Use cached file mtime as Last-Modified header value

On nginx 1.10.1 I'm proxying an external website (not under my control) to cache images locally.

my config is the following:

location ~ /cachedimages/(?<productcode>.*)/(?<size>.*)/image.jpg {
   resolver 127.0.0.1;
   proxy_pass             https://www.externalsite.example/api/getImage/?productcode=$productcode&size=$size;
   proxy_cache            imgcache;
   proxy_cache_valid      200  1d;
   proxy_cache_use_stale  error timeout invalid_header updating http_500 http_502 http_503 http_504;

   expires 1M;
   access_log off;
   add_header 'Cache-Control' "public";
   add_header Last-Modified $upstream_http_last_modified;
   add_header X-Proxy-Cache $upstream_cache_status;
  }

imgcache is defined has following:

proxy_cache_path /var/cache/nginx/imgcache levels=1:2 keys_zone=imgcache:10m max_size=1g inactive=24h;

The remote server doesn't give the Last-Modified header:

curl -X GET -I https://www.externalsite.example/api/getImage/?productcode=abc123&size=128
HTTP/1.1 200 OK
Date: Thu, 15 Sep 2016 08:16:07 GMT
Server: Apache
Transfer-Encoding: chunked
Content-Type: image/jpeg

and my server adds some header but not Last-Modified

curl -X GET -I https://www.myserver.com/cachedimages/abc123/128/image.jpg
HTTP/1.1 200 OK
Server: nginx
Date: Thu, 15 Sep 2016 08:33:26 GMT
Content-Type: image/jpeg
Transfer-Encoding: chunked
Connection: keep-alive
Expires: Sat, 15 Oct 2016 08:33:26 GMT
Cache-Control: max-age=2592000
Cache-Control: public
X-Proxy-Cache: HIT

How can I force nginx to read the mtime of the cached (and hit) file and serve it as Last-Modified header value?


Solution 1:

The $upstream_http_* embedded variable stores the headers sent by the upstream server in the cache. You can abuse the Date: header sent by upstream to fill the Last-Modified header sent by your reverse proxy, like this:

 add_header Last-Modified '$upstream_http_date';

Works as expected:

  Last-Modified: Sun, 22 Apr 2018 08:48:44 GMT
  X-Cached: MISS
  ...
  Last-Modified: Sun, 22 Apr 2018 08:50:05 GMT
  X-Cached: HIT
  ...
  Last-Modified: Sun, 22 Apr 2018 08:50:05 GMT
  X-Cached: HIT

More info on $upstream_http_* here: http://nginx.org/en/docs/http/ngx_http_upstream_module.html#variables (look for $upstream_http_name).

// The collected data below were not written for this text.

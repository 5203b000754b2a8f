"""The live view's controls: the source picker with one page per source, the spectrum
and display settings, and the keep bar.

Each panel turns its widgets into one settings object (``MachineSettings``,
``LiveSettings``) and says when it changed; the view decides what to do with it.
"""

from __future__ import annotations

from pathlib import Path

from PySide6.QtCore import Qt, Signal
from PySide6.QtGui import QStandardItemModel
from PySide6.QtWidgets import (QButtonGroup, QCheckBox, QComboBox, QDoubleSpinBox, QFileDialog,
                               QFormLayout, QGroupBox, QHBoxLayout, QLabel, QLineEdit,
                               QPushButton, QRadioButton, QSizePolicy, QSlider, QSpinBox, QStackedWidget,
                               QVBoxLayout, QWidget)

from engine.errors import InputError
from engine.io import SUFFIXES, read_recording
from engine.units import SI_UNITS, US_UNITS, quantity_of, unit
from engine.windows import WINDOWS

from .live_soundcard import (InputDevice, SoundCardSource, SoundCardStatus, device_rates,
                             input_devices)
from .live_sources import LiveSource, MachineSettings, ReplaySource, SimulatedSource
from .live_spectrum import AVERAGING, LINES_CHOICES, LiveSettings, fmax_choices

SOURCES = (("simulated", "Simulated machine"), ("sound card", "Sound card / USB audio"),
           ("replay", "Recording (replay)"))
SIM_RATES_HZ = (25600.0, 51200.0)
#: How the windows are named on screen (after the people who published them).
WINDOW_NAMES = {"rectangular": "rectangular", "hann": "Hann", "hamming": "Hamming",
                "flat-top": "flat-top (HFT95)", "blackman-harris": "Blackman-Harris"}


def _combo(items, current=None) -> QComboBox:
    box = QComboBox()
    for text, data in items:
        box.addItem(text, data)
    if current is not None:
        i = box.findData(current)
        box.setCurrentIndex(max(i, 0))
    return box


class SimulatedPage(QWidget):
    """Sample rate and the simulated machine's sliders."""

    changed = Signal()       # a slider moved: the running machine follows
    rate_changed = Signal()  # a new sample rate: a new source is needed

    #: slider name → (label, lowest, highest, step, unit text, MachineSettings field)
    SLIDERS = {
        "rpm": ("Speed", 300, 3600, 10, "rpm", "rpm"),
        "imbalance": ("1× level (imbalance)", 0.0, 1.0, 0.01, "g peak", "imbalance_g"),
        "fault": ("Outer-race fault", 0.0, 1.0, 0.01, "", "fault_level"),
        "noise": ("Noise", 0.0, 0.2, 0.002, "g RMS", "noise_g"),
    }

    def __init__(self, parent: QWidget | None = None) -> None:
        super().__init__(parent)
        form = QFormLayout(self)
        form.setContentsMargins(0, 0, 0, 0)
        self.rate = _combo([(f"{r / 1000:g} kHz", r) for r in SIM_RATES_HZ])
        self.rate.currentIndexChanged.connect(lambda *_: self.rate_changed.emit())
        form.addRow("Sample rate", self.rate)
        self.sliders: dict[str, QSlider] = {}
        self._labels: dict[str, QLabel] = {}
        start = MachineSettings()
        for key, (text, lo, hi, step, _u, fld) in self.SLIDERS.items():
            s = QSlider(Qt.Orientation.Horizontal)
            s.setRange(0, int(round((hi - lo) / step)))
            s.setValue(int(round((getattr(start, fld) - lo) / step)))
            s.setObjectName(f"live-{key}")
            label = QLabel()
            label.setMinimumWidth(84)
            label.setAlignment(Qt.AlignmentFlag.AlignRight | Qt.AlignmentFlag.AlignVCenter)
            s.valueChanged.connect(self._moved)
            row = QHBoxLayout()
            row.addWidget(s, 1)
            row.addWidget(label)
            form.addRow(text, row)
            self.sliders[key], self._labels[key] = s, label
        self._moved()

    def value(self, key: str) -> float:
        _t, lo, _hi, step, _u, _f = self.SLIDERS[key]
        return lo + step * self.sliders[key].value()

    def set_value(self, key: str, value: float) -> None:
        _t, lo, _hi, step, _u, _f = self.SLIDERS[key]
        self.sliders[key].setValue(int(round((value - lo) / step)))

    def _moved(self, *_args) -> None:
        for key, (_t, _lo, _hi, _s, u, _f) in self.SLIDERS.items():
            v = self.value(key)
            text = f"{v * 100:.0f} %" if key == "fault" else (
                f"{v:.0f} {u}" if key == "rpm" else f"{v:.3g} {u}")
            self._labels[key].setText(text)
        self.changed.emit()

    def settings(self) -> MachineSettings:
        return MachineSettings(rpm=self.value("rpm"), imbalance_g=self.value("imbalance"),
                               fault_level=self.value("fault"), noise_g=self.value("noise"))

    def fs_hz(self) -> float:
        return float(self.rate.currentData())

    def unit(self) -> str:
        return "g"

    def make_source(self) -> SimulatedSource:
        return SimulatedSource(self.settings(), self.fs_hz())


class SoundCardPage(QWidget):
    """Device, sample rate, channel and the sensor's calibration."""

    rate_changed = Signal()

    def __init__(self, status: SoundCardStatus, parent: QWidget | None = None) -> None:
        super().__init__(parent)
        self.status = status
        box = QVBoxLayout(self)
        box.setContentsMargins(0, 0, 0, 0)
        self.reason = QLabel(status.reason)
        self.reason.setWordWrap(True)
        self.reason.setTextInteractionFlags(Qt.TextInteractionFlag.TextSelectableByMouse)
        self.reason.setVisible(not status.available)
        box.addWidget(self.reason)
        form = QFormLayout()
        box.addLayout(form)
        self.device = QComboBox()
        self.rate = QComboBox()
        self.channel = QSpinBox()
        self.channel.setRange(1, 1)
        self.sensitivity = QDoubleSpinBox()
        self.sensitivity.setRange(0.01, 100000.0)
        self.sensitivity.setDecimals(2)
        self.sensitivity.setValue(100.0)
        self.sensitivity.setSuffix(" mV/g")
        self.full_scale = QDoubleSpinBox()
        self.full_scale.setRange(0.001, 100.0)
        self.full_scale.setDecimals(3)
        self.full_scale.setValue(1.0)
        self.full_scale.setSuffix(" V")
        self.full_scale.setToolTip("Input voltage (peak) that reads full scale on the card; "
                                   "measure it once with a known signal.")
        form.addRow("Device", self.device)
        form.addRow("Sample rate", self.rate)
        form.addRow("Channel", self.channel)
        form.addRow("Sensitivity", self.sensitivity)
        form.addRow("Full scale", self.full_scale)
        self._devices: list[InputDevice] = []
        for w in (self.device, self.rate, self.channel, self.sensitivity, self.full_scale):
            w.setEnabled(status.available)
        if status.available:
            self._devices = input_devices(status.module)
            for d in self._devices:
                self.device.addItem(f"{d.name} ({d.channels} in)", d.index)
            if not self._devices:
                self.reason.setText("No sound-card input was found: connect an audio "
                                    "interface, then restart Shaftwatch.")
                self.reason.setVisible(True)
            self.device.currentIndexChanged.connect(self._device_changed)
            self.rate.currentIndexChanged.connect(lambda *_: self.rate_changed.emit())
            self._device_changed()

    def _device_changed(self, *_args) -> None:
        dev = self.current_device()
        self.rate.blockSignals(True)
        self.rate.clear()
        if dev is not None:
            for r in device_rates(self.status.module, dev):
                self.rate.addItem(f"{r:g} Hz", r)
            self.channel.setRange(1, max(1, dev.channels))
        self.rate.blockSignals(False)
        self.rate_changed.emit()

    def current_device(self) -> InputDevice | None:
        i = self.device.currentIndex()
        return self._devices[i] if 0 <= i < len(self._devices) else None

    def fs_hz(self) -> float | None:
        r = self.rate.currentData()
        return float(r) if r is not None else None

    def unit(self) -> str:
        return "g"  # converted with the sensitivity

    def make_source(self) -> SoundCardSource:
        dev = self.current_device()
        if not self.status.available or dev is None:
            raise InputError(self.reason.text() or "sound card: no input device")
        return SoundCardSource(self.status.module, dev.index, self.fs_hz(),
                               self.channel.value() - 1,
                               sensitivity_mv_per_g=self.sensitivity.value(),
                               full_scale_v=self.full_scale.value(), device_name=dev.name)


class ReplayPage(QWidget):
    """A recording file, or a run of the archive at the view's point, replayed."""

    rate_changed = Signal()
    load_failed = Signal(str)

    def __init__(self, ctx, parent: QWidget | None = None) -> None:
        super().__init__(parent)
        self.ctx = ctx
        form = QFormLayout(self)
        form.setContentsMargins(0, 0, 0, 0)
        self.from_file = QRadioButton("File")
        self.from_run = QRadioButton("Run at the point")
        group = QButtonGroup(self)
        group.addButton(self.from_file)
        group.addButton(self.from_run)
        self.from_file.setChecked(True)
        self.path = QLineEdit()
        self.path.setPlaceholderText("WAV, MAT, CSV or TSV recording")
        browse = QPushButton("Browse…")
        browse.clicked.connect(self._browse)
        row = QHBoxLayout()
        row.addWidget(self.path, 1)
        row.addWidget(browse)
        self.run = QComboBox()
        self.channel = QSpinBox()
        self.channel.setRange(1, 1)
        self.loop = QCheckBox("Start again at the end")
        self.loop.setChecked(True)
        self.info = QLabel("")  # one short line: a stacked page cannot wrap text well
        form.addRow(self.from_file)
        form.addRow(row)
        form.addRow(self.from_run)
        form.addRow(self.run)
        form.addRow("Channel", self.channel)
        form.addRow(self.loop)
        form.addRow(self.info)
        self.recording = None
        self._loaded_key = None
        self.path.editingFinished.connect(self._load)
        self.from_file.toggled.connect(lambda *_: self._load())
        self.run.currentIndexChanged.connect(lambda *_: self._load())

    def set_file(self, path: str) -> None:
        """Replay this recording file (read at once, so that its rate is known)."""
        self.path.setText(str(path))
        if self.from_file.isChecked():
            self._load()
        else:
            self.from_file.setChecked(True)

    def _browse(self) -> None:
        pattern = " ".join(f"*{s}" for s in SUFFIXES)
        name, _ = QFileDialog.getOpenFileName(self, "Recording to replay", self.path.text(),
                                              f"Recordings ({pattern});;All files (*)")
        if name:
            self.set_file(name)

    def set_runs(self, rows, selected: str | None = None) -> None:
        """List the runs (catalogue rows) of the view's point, newest first;
        ``selected`` (a run id) is chosen and replay switched to runs."""
        keep = selected or self.run.currentData()
        self.run.blockSignals(True)
        self.run.clear()
        for r in reversed(rows):
            self.run.addItem(f"{r.taken:%Y-%m-%d %H:%M} · {r.run_id[:10]}", r.run_id)
        if not rows:
            self.run.addItem("(no runs at this point)", None)
        i = self.run.findData(keep) if keep else -1
        if i >= 0:
            self.run.setCurrentIndex(i)
        self.run.blockSignals(False)
        if selected and i >= 0:
            self.from_run.setChecked(True)
        if self.from_run.isChecked():
            self._load()

    def _load(self) -> None:
        """Read the chosen recording now, so that its sample rate is known."""
        key = ("file", self.path.text().strip()) if self.from_file.isChecked() else \
            ("run", self.run.currentData())
        if key == self._loaded_key or not key[1]:
            return
        try:
            if key[0] == "file":
                rec = read_recording(key[1])
            else:
                rec, _info = self.ctx.archive().read_run(key[1])
        except Exception as exc:  # noqa: BLE001 - engine and file errors: the user's words
            self.recording, self._loaded_key = None, None
            self.info.setText("")
            self.load_failed.emit(str(exc))
            return
        self.recording, self._loaded_key = rec, key
        self.channel.setRange(1, len(rec.channels))
        names = ", ".join(c.name or f"{i + 1}" for i, c in enumerate(rec.channels))
        self.info.setText(f"{rec.duration_s:.3g} s at {rec.fs_hz:g} Hz; channels: {names}")
        self.rate_changed.emit()

    def fs_hz(self) -> float | None:
        return self.recording.fs_hz if self.recording is not None else None

    def unit(self) -> str:
        if self.recording is None:
            return "g"
        i = min(self.channel.value() - 1, len(self.recording.channels) - 1)
        return self.recording.channels[i].unit

    def make_source(self) -> ReplaySource:
        self._load()
        if self.recording is None:
            raise InputError("replay: choose a recording file or a run of the archive first")
        what = Path(self.recording.source).name if self._loaded_key[0] == "file" else \
            f"run {self._loaded_key[1][:10]}"
        return ReplaySource(self.recording, self.channel.value() - 1,
                            loop=self.loop.isChecked(), description=f"replay of {what}")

That being said, what you are trying to achieve imho is generally a bad idea: the reverse proxy has no idea if the object upstream has been updated since it was last fetched or not, yet it will tell the client downstream that the object has not been modified. This is false information.

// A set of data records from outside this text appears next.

"""Command line for bearings, envelope, orders and speed."""

import json
from pathlib import Path

import pytest

from engine.cli import main

CWRU = Path(__file__).resolve().parents[2] / "shared" / "data" / "cwru"
SAMPLES = Path(__file__).resolve().parents[1] / "sample_data"
DE_BEARING = ["--elements", "9", "--element-diameter", "0.3126", "--pitch-diameter", "1.537",
              "--geometry-unit", "in"]


def run_json(capsys, argv):
    code = main(argv + ["--json"])
    return code, json.loads(capsys.readouterr().out)


def test_bearing_matches_cwru_table(capsys):
    # Case Western Reserve University Bearing Data Center, drive-end bearing table
    # (multiples of shaft speed): BPFI 5.4152, BPFO 3.5848, FTF 0.39828, 2×BSF 4.7135.
    code, d = run_json(capsys, ["bearing", *DE_BEARING, "--rpm", "1797"])
    assert code == 0
    assert d["bpfi"] == pytest.approx(5.4152, rel=1e-3)
    assert d["bpfo"] == pytest.approx(3.5848, rel=1e-3)
    assert d["ftf"] == pytest.approx(0.39828, rel=1e-3)
    assert 2 * d["bsf"] == pytest.approx(4.7135, rel=1e-3)
    assert d["bpfo_hz"] == pytest.approx(3.5848 * 1797 / 60, rel=1e-3)


@pytest.mark.skipif(not CWRU.is_dir(), reason="open bearing recordings not present in ../shared/data/cwru")
def test_envelope_finds_outer_race_defect_in_cwru_record(capsys):
    # CWRU record 130 (outer race, 0.007 in): BPFO = 3.5848 × shaft speed (data center's
    # table), among the top envelope peaks within 1.5 % (slip).
    code, d = run_json(capsys, ["envelope", str(CWRU / "12k_drive_end_outer_race_007_load0_130.mat"),
                                "--variable", "X130_DE_time", "--sample-rate", "12000",
                                *DE_BEARING, "--peaks", "3"])
    assert code == 0 and d["auto"] is True
    bpfo = 3.5848 * 1796 / 60
    assert any(abs(p["frequency_hz"] / bpfo - 1) < 0.015 and p["source"] == "BPFO"
               for p in d["peaks"])
    best = max(d["defects"], key=lambda m: m["snr_db"])
    assert best["name"] == "BPFO" and best["harmonics_found"] >= 2


def test_orders_on_sample_runup(capsys):
    path = str(SAMPLES / "m501-mixer-de-h-runup-with-tach.wav")
    code, d = run_json(capsys, ["orders", path, "--full-scale", "10", "--tach-channel", "1"])
    assert code == 0
    assert d["peaks"][0]["order"] == pytest.approx(1.0, abs=0.02)
    assert d["rpm_min"] == pytest.approx(300, rel=0.05) and d["rpm_max"] == pytest.approx(1500, rel=0.02)
    code, cut = run_json(capsys, ["orders", path, "--full-scale", "10", "--tach-channel", "1",
                                  "--cut", "1"])
    # The demo mixer crosses a 15 Hz structural resonance: the 1× cut peaks near 900 rpm.
    rpm_peak = cut["rpm"][max(range(len(cut["amplitude"])), key=cut["amplitude"].__getitem__)]
    assert rpm_peak == pytest.approx(900, rel=0.03)
    assert main(["orders", path, "--tach-channel", "0"]) == 2


def test_speed_without_tach(capsys):
    code, d = run_json(capsys, ["speed", str(SAMPLES / "p101-motor-de-h-week16.wav"),
                                "--near-rpm", "1500"])
    assert code == 0 and d["rpm"] == pytest.approx(1484, rel=0.005)


def test_bearing_bad_geometry(capsys):
    assert main(["bearing", "--elements", "9", "--element-diameter", "20",
                 "--pitch-diameter", "10"]) == 2
    assert "error" in capsys.readouterr().err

Of course there might be reasons why you want to do it, i.e. if you have full control on any object update happening on upstream and/or if you plan to flush the cache of the reverse proxy manually everytime is needed.

If you have a single reverse proxy, I strongly recommend that you look into ETags as a better solution to your problem. If you have a pool of reverse proxies, using ETags effectively gets complicated.